(Beginning of Data extract)

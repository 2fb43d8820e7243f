package iridepth.photo;

import static org.junit.jupiter.api.Assertions.assertArrayEquals;
import static org.junit.jupiter.api.Assertions.assertEquals;
import static org.junit.jupiter.api.Assertions.assertSame;
import static org.junit.jupiter.api.Assertions.assertThrows;
import static org.junit.jupiter.api.Assertions.assertTrue;

import iridepth.simulation.Photograph;
import iridepth.simulation.TiffFile;
import java.io.IOException;
import java.nio.file.Path;
import java.util.List;
import java.util.Optional;
import org.junit.jupiter.api.Test;
import org.junit.jupiter.api.io.TempDir;

class JointSignalTest {
    private static final int WIDTH = 7;
    private static final int HEIGHT = 5;

    @TempDir
    private Path folder;

    /** A photo whose count at (x, y) of channel c is 1000 (c + 1) + 10 y + x + offset. */
    private SignalSource photo(String name, int channels, int height, int offset, double well) throws IOException {
        short[] counts = new short[WIDTH * height * channels];
        for (int i = 0; i < counts.length; i++) {
            int pixel = i / channels;
            counts[i] = (short) (1000 * (i % channels + 1) + 10 * (pixel / WIDTH) + pixel % WIDTH + offset);
        }
        Path file = folder.resolve(name);
        TiffFile.write(file, new Photograph(WIDTH, height, channels, 65535, counts));
        return SignalSource.of(PhotoFile.open(file), Encoding.linear(65535), Optional.empty(), Optional.empty(),
                NoiseModel.of(0, well));
    }

    @Test
    void channelsOfAllPhotosFollowEachOther() throws IOException {
        SignalSource colour = photo("colour.tif", 3, HEIGHT, 0, 10_000);
        SignalSource grey = photo("grey.tif", 1, HEIGHT, 50, 40_000);
        SignalSource joint = SignalSource.jointly(List.of(colour, grey));
        assertEquals(4, joint.info().channels());
        assertEquals(List.of(colour, grey), joint.parts());
        Signal rows = joint.rows(0, 1, 3);
        Signal first = colour.rows(0, 1, 3);
        Signal second = grey.rows(0, 1, 3);
        for (int i = 0; i < WIDTH * 3; i++) {
            for (int c = 0; c < 3; c++) {
                assertEquals(first.value()[3 * i + c], rows.value()[4 * i + c]);
            }
            assertEquals(second.value()[i], rows.value()[4 * i + 3]);
        }
        assertEquals((1050 + 10 + 3) / 65535f, rows.value()[4 * 3 + 3], 1e-7f);
        assertArrayEquals(first.light(), rows.light());
    }

    @Test
    void noiseOfEachPhotoIsItsOwn() throws IOException {
        SignalSource joint = SignalSource.jointly(List.of(photo("a.tif", 1, HEIGHT, 0, 10_000), photo("b.tif", 1, HEIGHT, 0, 40_000)));
        double rounding = 1 / 65535.0 / 65535.0 / 12;
        assertEquals(0.5 / 10_000 + rounding, joint.variance(0, 0.5, 1), 1e-12);
        assertEquals(0.5 / 40_000 + rounding, joint.variance(1, 0.5, 1), 1e-12);
        assertEquals(1.0 / 40_000, joint.noise().gain(1), 1e-15);
        assertEquals(2, joint.noise().channels());
    }

    @Test
    void onePhotoIsItself() throws IOException {
        SignalSource photo = photo("a.tif", 1, HEIGHT, 0, 10_000);
        assertSame(photo, SignalSource.jointly(List.of(photo)));
        assertEquals(List.of(photo), photo.parts());
    }

    @Test
    void photosOfOtherSizeAreRefused() throws IOException {
        List<SignalSource> photos = List.of(photo("a.tif", 1, HEIGHT, 0, 10_000), photo("b.tif", 1, HEIGHT + 1, 0, 10_000));
        assertTrue(assertThrows(PhotoException.class, () -> SignalSource.jointly(photos)).getMessage().contains("b.tif: has 7 x 6"));
    }
}
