package iridepth.photo;

import static org.junit.jupiter.api.Assertions.assertArrayEquals;
import static org.junit.jupiter.api.Assertions.assertEquals;
import static org.junit.jupiter.api.Assertions.assertThrows;

import java.nio.ByteBuffer;
import javax.imageio.IIOException;
import org.junit.jupiter.api.Test;

class JpegTablesTest {

    /** ITU-T T.81 figure A.6, rows of the table of places along the zigzag path; from memory. */
    private static final int[] ZIGZAG = {
        0, 1, 5, 6, 14, 15, 27, 28,
        2, 4, 7, 13, 16, 26, 29, 42,
        3, 8, 12, 17, 25, 30, 41, 43,
        9, 11, 18, 24, 31, 40, 44, 53,
        10, 19, 23, 32, 39, 45, 52, 54,
        20, 22, 33, 38, 46, 51, 55, 60,
        21, 34, 37, 47, 50, 56, 59, 61,
        35, 36, 48, 49, 57, 58, 62, 63};

    private static ByteBuffer frame(int count, int... specification) {
        ByteBuffer frame = ByteBuffer.allocate(6 + 3 * count).put(5, (byte) count);
        for (int i = 0; i < specification.length; i++) {
            frame.put(6 + i, (byte) specification[i]);
        }
        return frame;
    }

    @Test
    void stepsFollowTheZigzagPath() throws IIOException {
        JpegTables tables = new JpegTables();
        ByteBuffer segment = ByteBuffer.allocate(65);
        for (int i = 0; i < 64; i++) {
            segment.put(1 + i, (byte) i);
        }
        tables.add(segment);
        assertArrayEquals(ZIGZAG, tables.quantisation(frame(1, 1, 0x11, 0)).components().get(0).steps());
    }

    @Test
    void chrominanceMaySpanSeveralPixels() throws IIOException {
        JpegTables tables = new JpegTables();
        tables.add(ByteBuffer.allocate(65));
        tables.add(ByteBuffer.allocate(129).put(0, (byte) 0x11).putShort(1, (short) 700));
        JpegQuantisation found = tables.quantisation(frame(3, 1, 0x21, 0, 2, 0x11, 1, 3, 0x11, 1));
        assertEquals(1, found.components().get(0).across());
        assertEquals(2, found.components().get(1).across());
        assertEquals(1, found.components().get(2).down());
        assertEquals(700, found.components().get(2).steps()[0]);
    }

    @Test
    void tablesThatAreMissingOrCutShortAreTold() {
        JpegTables tables = new JpegTables();
        assertEquals("a quantisation table is cut short",
                assertThrows(IIOException.class, () -> tables.add(ByteBuffer.allocate(30))).getMessage());
        assertEquals("a quantisation table is missing",
                assertThrows(IIOException.class, () -> tables.quantisation(frame(1, 1, 0x11, 2))).getMessage());
    }
}
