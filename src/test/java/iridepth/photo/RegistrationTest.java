package iridepth.photo;

import static org.junit.jupiter.api.Assertions.assertEquals;
import static org.junit.jupiter.api.Assertions.assertFalse;
import static org.junit.jupiter.api.Assertions.assertThrows;
import static org.junit.jupiter.api.Assertions.assertTrue;

import java.nio.file.Path;
import java.util.Random;
import org.junit.jupiter.api.Test;
import org.junit.jupiter.api.io.TempDir;
import org.junit.jupiter.params.ParameterizedTest;
import org.junit.jupiter.params.provider.CsvSource;

class RegistrationTest {

    private static final int WIDTH = 320;
    private static final int HEIGHT = 280;

    @TempDir
    private Path folder;

    /** A film with fringes that depend on the light, an uncoated step and some specks of dust, moved by (dx, dy). */
    private static Camera.Scene film(double wavelength, double dx, double dy) {
        Random random = new Random(1);
        double[] specks = random.doubles(60).toArray();
        return (x, y, c) -> {
            double u = x - dx;
            double v = y - dy;
            double thickness = 250 + 0.6 * u + 0.001 * v * v;
            double light = 0.35 + 0.25 * Math.cos(4 * Math.PI * 1.46 * thickness / wavelength);
            double coated = 1 / (1 + Math.exp((v - 190 - 0.1 * u) / 0.7));
            light = coated * light + (1 - coated) * 0.6;
            for (int i = 0; i < specks.length; i += 2) {
                double distance = Math.hypot(u - WIDTH * specks[i], v - HEIGHT * specks[i + 1]);
                light *= 1 - 0.6 / (1 + Math.exp((distance - 3) / 0.7));
            }
            return light;
        };
    }

    private Path photograph(String name, Camera.Scene scene, long seed) {
        return Camera.linear(10000, 0.002, seed).photograph(folder.resolve(name), WIDTH, HEIGHT, 1, scene);
    }

    private Registration register(Camera.Scene first, Camera.Scene second) {
        try (PhotoFile a = PhotoFile.open(photograph("a.tif", first, 1));
                PhotoFile b = PhotoFile.open(photograph("b.tif", second, 2))) {
            return Registration.of(a, b);
        }
    }

    @ParameterizedTest
    @CsvSource({"0, 0", "0.5, 0", "0.3, -0.7", "1.25, 2.5", "-7.4, 3.6", "40, -25"})
    void shiftIsFoundUnderOneLight(double dx, double dy) {
        Registration found = register(film(550, 0, 0), film(550, dx, dy));
        assertEquals(dx, found.dx(), 0.2);
        assertEquals(dy, found.dy(), 0.2);
        assertTrue(found.known());
    }

    @ParameterizedTest
    @CsvSource({"0, 0", "0.5, -0.4", "1.25, 2.5", "-7.4, 3.6"})
    void shiftIsFoundUnderTwoLights(double dx, double dy) {
        Registration found = register(film(550, 0, 0), film(640, dx, dy));
        assertEquals(dx, found.dx(), 0.2);
        assertEquals(dy, found.dy(), 0.2);
    }

    @Test
    void photosWithoutStructureTellNothing() {
        Registration found = register((x, y, c) -> 0.5, (x, y, c) -> 0.5);
        assertFalse(found.known());
        assertTrue(Double.isNaN(found.dx()) && Double.isNaN(found.dy()));
    }

    @Test
    void shiftedPhotosAreRefused() {
        Path first = photograph("a.tif", film(550, 0, 0), 1);
        Path second = photograph("b.tif", film(550, 2, -3), 2);
        Path close = photograph("c.tif", film(640, 0.3, 0.2), 3);
        try (PhotoFile a = PhotoFile.open(first); PhotoFile b = PhotoFile.open(second); PhotoFile c = PhotoFile.open(close)) {
            assertEquals(second + ": is shifted by 2.0 columns and -3.0 rows against " + first
                    + "; take the photos without moving camera or sample",
                    assertThrows(PhotoException.class, () -> Registration.require(a, b)).getMessage());
            assertEquals(0.3, Registration.require(a, c).dx(), 0.2);
        }
    }

    @Test
    void otherSizesAndSmallPhotosAreRefused() {
        Path first = Pictures.tiff(folder.resolve("a.tif"), 30, 30, 1, 8, (x, y, c) -> 100);
        Path second = Pictures.tiff(folder.resolve("b.tif"), 31, 30, 1, 8, (x, y, c) -> 100);
        try (PhotoFile a = PhotoFile.open(first); PhotoFile b = PhotoFile.open(second)) {
            assertEquals(second + ": has 31 x 30 pixels, but " + first + " has 30 x 30; take all photos of a field with the "
                    + "same camera settings", assertThrows(PhotoException.class, () -> Registration.of(a, b)).getMessage());
            assertEquals(first + ": is too small to be registered; give photos of 32 x 32 pixels or more",
                    assertThrows(PhotoException.class, () -> Registration.of(a, a)).getMessage());
        }
    }
}
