package iridepth.photo;

import static org.junit.jupiter.api.Assertions.assertEquals;
import static org.junit.jupiter.api.Assertions.assertThrows;
import static org.junit.jupiter.api.Assertions.assertTrue;

import java.awt.image.BufferedImage;
import java.awt.image.IndexColorModel;
import java.io.IOException;
import java.nio.file.Files;
import java.nio.file.Path;
import java.util.Arrays;
import java.util.Iterator;
import javax.imageio.IIOImage;
import javax.imageio.ImageIO;
import javax.imageio.ImageWriteParam;
import javax.imageio.ImageWriter;
import javax.imageio.stream.ImageOutputStream;
import org.junit.jupiter.api.Test;
import org.junit.jupiter.api.io.TempDir;
import org.junit.jupiter.params.ParameterizedTest;
import org.junit.jupiter.params.provider.CsvSource;
import org.junit.jupiter.params.provider.ValueSource;

class PhotoFileTest {

    @TempDir
    private Path folder;

    @ParameterizedTest
    @CsvSource({"1, 8", "1, 16", "3, 8", "3, 16"})
    void pngGivesTheCountsThatWereWritten(int channels, int bits) {
        Pictures.Counts counts = Pictures.scrambled(bits);
        Path path = Pictures.png(folder.resolve("a.png"), 37, 23, channels, bits, counts);
        try (PhotoFile photo = PhotoFile.open(path)) {
            assertEquals(new PhotoInfo(path, 37, 23, channels, bits, 1, Double.NaN, java.util.Optional.empty(), false),
                    photo.info());
            assertTrue(Pictures.holds(photo.all(), 0, counts));
            assertTrue(Pictures.holds(photo.rows(20, 3), 20, counts));
            assertTrue(Pictures.holds(photo.rows(0, 5), 0, counts));
        }
    }

    /** Written by the TIFF writer of the JDK, an implementation of the compressions other than ours. */
    @ParameterizedTest
    @CsvSource({"None, 3, 16", "LZW, 3, 16", "LZW, 1, 8", "LZW, 3, 8", "LZW, 1, 16", "Deflate, 3, 16", "ZLib, 3, 8",
        "ZLib, 1, 16", "PackBits, 3, 8", "PackBits, 3, 16", "PackBits, 1, 8"})
    void tiffGivesTheCountsThatWereWritten(String compression, int channels, int bits) throws IOException {
        Pictures.Counts smooth = (x, y, c) -> (x * x + 3 * y + 40 * c) & (1 << bits) - 1;
        Pictures.Counts scrambled = Pictures.scrambled(bits);
        Pictures.Counts counts = (x, y, c) -> (x / 16 + y / 8) % 2 == 0 ? smooth.at(x, y, c) : scrambled.at(x, y, c);
        Path path = folder.resolve("a.tif");
        write(path, "tiff", compression, Pictures.image(150, 90, channels, bits, counts));
        try (PhotoFile photo = PhotoFile.open(path)) {
            assertEquals(150, photo.info().width());
            assertEquals(90, photo.info().height());
            assertEquals(channels, photo.info().channels());
            assertEquals(bits, photo.info().bitDepth());
            assertTrue(Pictures.holds(photo.all(), 0, counts));
            for (int y = 83; y >= 0; y -= 7) {
                assertTrue(Pictures.holds(photo.rows(y, 7), y, counts), "rows from " + y);
            }
        }
    }

    private static void write(Path path, String format, String compression, BufferedImage image) throws IOException {
        Iterator<ImageWriter> writers = ImageIO.getImageWritersByFormatName(format);
        ImageWriter writer = writers.next();
        while (!writer.getClass().getName().startsWith("com.sun.")) {
            writer = writers.next(); // the JDK's own also writes 16-bit RGB
        }
        try (ImageOutputStream out = ImageIO.createImageOutputStream(path.toFile())) {
            writer.setOutput(out);
            ImageWriteParam param = writer.getDefaultWriteParam();
            if (compression.equals("None")) {
                param.setCompressionMode(ImageWriteParam.MODE_DISABLED);
            } else {
                param.setCompressionMode(ImageWriteParam.MODE_EXPLICIT);
                param.setCompressionType(compression);
            }
            if (format.equals("jpeg")) {
                param.setCompressionQuality(1);
            }
            writer.write(null, new IIOImage(image, null, null), param);
        } finally {
            writer.dispose();
        }
    }

    @ParameterizedTest
    @ValueSource(ints = {1, 3})
    void jpegGivesCountsNearThoseThatWereWritten(int channels) throws IOException {
        Pictures.Counts counts = (x, y, c) -> 60 + x + y + 20 * c;
        Path path = folder.resolve("a.jpg");
        write(path, "jpeg", "JPEG", Pictures.image(40, 30, channels, 8, counts));
        try (PhotoFile photo = PhotoFile.open(path)) {
            assertEquals(channels, photo.info().channels());
            assertEquals(8, photo.info().bitDepth());
            assertTrue(photo.info().lossy());
            Frame frame = photo.rows(10, 20);
            for (int y = 0; y < 20; y++) {
                for (int x = 0; x < 40; x++) {
                    for (int c = 0; c < channels; c++) {
                        assertEquals(counts.at(x, y + 10, c), frame.count(x, y, c), 6);
                    }
                }
            }
        }
    }

    @Test
    void opaqueAlphaOfAPngIsDropped() {
        Pictures.Counts counts = Pictures.scrambled(8);
        Path path = Pictures.png(folder.resolve("a.png"), 9, 7, 4, 8, (x, y, c) -> c == 3 ? 255 : counts.at(x, y, c));
        try (PhotoFile photo = PhotoFile.open(path)) {
            assertEquals(3, photo.info().channels());
            assertTrue(Pictures.holds(photo.all(), 0, counts));
        }
    }

    @Test
    void transparentPixelsOfAPngAreRefused() {
        Path path = Pictures.png(folder.resolve("a.png"), 9, 7, 4, 8, (x, y, c) -> c == 3 && x == 4 ? 254 : 255);
        try (PhotoFile photo = PhotoFile.open(path)) {
            assertMessage(path + ": has transparent pixels; save it without an alpha channel", photo::all);
        }
    }

    @Test
    void missingFileIsTold() {
        Path path = folder.resolve("no.tif");
        assertMessage(path + ": there is no such file; check the path", () -> PhotoFile.open(path));
    }

    @Test
    void folderIsTold() {
        assertMessage(folder + ": is a folder, not a photo; give a TIFF, PNG or JPEG file", () -> PhotoFile.open(folder));
    }

    @Test
    void emptyFileIsTold() throws IOException {
        Path path = Files.write(folder.resolve("a.png"), new byte[0]);
        assertMessage(path + ": is empty; give a TIFF, PNG or JPEG file", () -> PhotoFile.open(path));
    }

    @Test
    void otherFilesAreTold() throws IOException {
        Path path = Files.writeString(folder.resolve("a.tif"), "not a picture at all");
        assertMessage(path + ": is not a TIFF, PNG or JPEG image; save the photo as one of these",
                () -> PhotoFile.open(path));
        Path tiny = Files.writeString(folder.resolve("b.tif"), "II");
        assertMessage(tiny + ": is not a TIFF, PNG or JPEG image; save the photo as one of these",
                () -> PhotoFile.open(tiny));
    }

    @Test
    void paletteImagesAreRefused() throws IOException {
        byte[] ramp = {0, 50, 100, (byte) 200};
        BufferedImage image = new BufferedImage(8, 8, BufferedImage.TYPE_BYTE_INDEXED,
                new IndexColorModel(8, 4, ramp, ramp, ramp));
        Path png = folder.resolve("a.png");
        ImageIO.write(image, "png", png.toFile());
        assertMessage(png + ": is a palette image, whose counts are no measure of light; save the camera's photo as grey or RGB",
                () -> PhotoFile.open(png));
        Path tiff = folder.resolve("a.tif");
        ImageIO.write(image, "tiff", tiff.toFile());
        assertMessage(tiff + ": is a palette image, whose counts are no measure of light; save the camera's photo as grey or RGB",
                () -> PhotoFile.open(tiff));
    }

    @Test
    void bilevelPngIsRefused() throws IOException {
        Path png = folder.resolve("a.png");
        ImageIO.write(new BufferedImage(8, 8, BufferedImage.TYPE_BYTE_BINARY), "png", png.toFile());
        byte[] bytes = Files.readAllBytes(png);
        bytes[25] = 0; // colour type grey instead of palette
        Files.write(png, bytes);
        assertMessage(png + ": has a bit depth of 1, which is not supported; save it as 8 or 16 bit",
                () -> PhotoFile.open(png));
    }

    @Test
    void zeroSizedPngIsTold() throws IOException {
        Path png = Pictures.png(folder.resolve("a.png"), 5, 4, 1, 8, (x, y, c) -> 9);
        byte[] bytes = Files.readAllBytes(png);
        bytes[19] = 0;
        Files.write(png, bytes);
        assertMessage(png + ": has a size of 0 x 4; export the photo again", () -> PhotoFile.open(png));
    }

    @ParameterizedTest
    @ValueSource(doubles = {0.02, 0.3, 0.6, 0.9})
    void truncatedFilesAreTold(double fraction) throws IOException {
        for (String format : new String[] {"png", "jpeg", "tiff"}) {
            Path path = folder.resolve("a." + format);
            ImageIO.write(Pictures.image(120, 100, 3, 8, Pictures.scrambled(8)), format, path.toFile());
            byte[] bytes = Files.readAllBytes(path);
            Files.write(path, Arrays.copyOf(bytes, (int) (fraction * bytes.length)));
            PhotoException e = assertThrows(PhotoException.class, () -> {
                try (PhotoFile photo = PhotoFile.open(path)) {
                    photo.all();
                }
            }, format);
            assertEquals(path + ": is truncated; copy or export the photo again", e.getMessage());
        }
    }

    @Test
    void damagedPngIsTold() throws IOException {
        Path path = Pictures.png(folder.resolve("a.png"), 60, 60, 3, 8, Pictures.scrambled(8));
        byte[] bytes = Files.readAllBytes(path);
        Arrays.fill(bytes, 200, 1200, (byte) 0x55);
        Files.write(path, bytes);
        try (PhotoFile photo = PhotoFile.open(path)) {
            String message = assertThrows(PhotoException.class, photo::all).getMessage();
            assertTrue(message.startsWith(path + ": is ") && message.endsWith("copy or export the photo again"), message);
        }
    }

    @Test
    void fourChannelJpegIsRefused() throws IOException {
        Path path = folder.resolve("a.jpg");
        ImageIO.write(Pictures.image(16, 16, 3, 8, (x, y, c) -> 100), "jpeg", path.toFile());
        byte[] bytes = Files.readAllBytes(path);
        bytes[startOfFrame(bytes) + 9] = 4;
        Files.write(path, bytes);
        assertMessage(path + ": is a CMYK image, made for print; save the camera's photo as RGB",
                () -> PhotoFile.open(path));
    }

    @Test
    void twelveBitJpegIsRefused() throws IOException {
        Path path = folder.resolve("a.jpg");
        ImageIO.write(Pictures.image(16, 16, 3, 8, (x, y, c) -> 100), "jpeg", path.toFile());
        byte[] bytes = Files.readAllBytes(path);
        bytes[startOfFrame(bytes) + 4] = 12;
        Files.write(path, bytes);
        assertMessage(path + ": has a bit depth of 12, which is not supported; save it as 8 or 16 bit",
                () -> PhotoFile.open(path));
    }

    private static int startOfFrame(byte[] jpeg) {
        for (int i = 2; ; i++) {
            if (jpeg[i] == (byte) 0xff && (jpeg[i + 1] == (byte) 0xc0)) {
                return i;
            }
        }
    }

    @Test
    void rowsThatDoNotExistAreTold() {
        Path path = Pictures.png(folder.resolve("a.png"), 5, 4, 1, 8, (x, y, c) -> 9);
        try (PhotoFile photo = PhotoFile.open(path)) {
            assertEquals("2 rows from row 3 asked for, but " + path + " has 4",
                    assertThrows(IllegalArgumentException.class, () -> photo.rows(3, 2)).getMessage());
            assertEquals("frame 1 asked for, but " + path + " has 1 (counted from 0)",
                    assertThrows(IllegalArgumentException.class, () -> photo.rows(1, 0, 1)).getMessage());
        }
    }

    private static void assertMessage(String expected, org.junit.jupiter.api.function.Executable action) {
        assertEquals(expected, assertThrows(PhotoException.class, action).getMessage());
    }
}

(End of Data extract)

_Problem requirements_: In the listing above, please copy exactly the lines from the first through the one that contains "short[] counts = new", and no others.

_Task answer_:
repository 2fb43d8820e7243f
package iridepth.photo;

import static org.junit.jupiter.api.Assertions.assertArrayEquals;
import static org.junit.jupiter.api.Assertions.assertEquals;
import static org.junit.jupiter.api.Assertions.assertSame;
import static org.junit.jupiter.api.Assertions.assertThrows;
import static org.junit.jupiter.api.Assertions.assertTrue;

import iridepth.simulation.Photograph;
import iridepth.simulation.TiffFile;
import java.io.IOException;
import java.nio.file.Path;
import java.util.List;
import java.util.Optional;
import org.junit.jupiter.api.Test;
import org.junit.jupiter.api.io.TempDir;

class JointSignalTest {
    private static final int WIDTH = 7;
    private static final int HEIGHT = 5;

    @TempDir
    private Path folder;

    /** A photo whose count at (x, y) of channel c is 1000 (c + 1) + 10 y + x + offset. */
    private SignalSource photo(String name, int channels, int height, int offset, double well) throws IOException {
        short[] counts = new short[WIDTH * height * channels];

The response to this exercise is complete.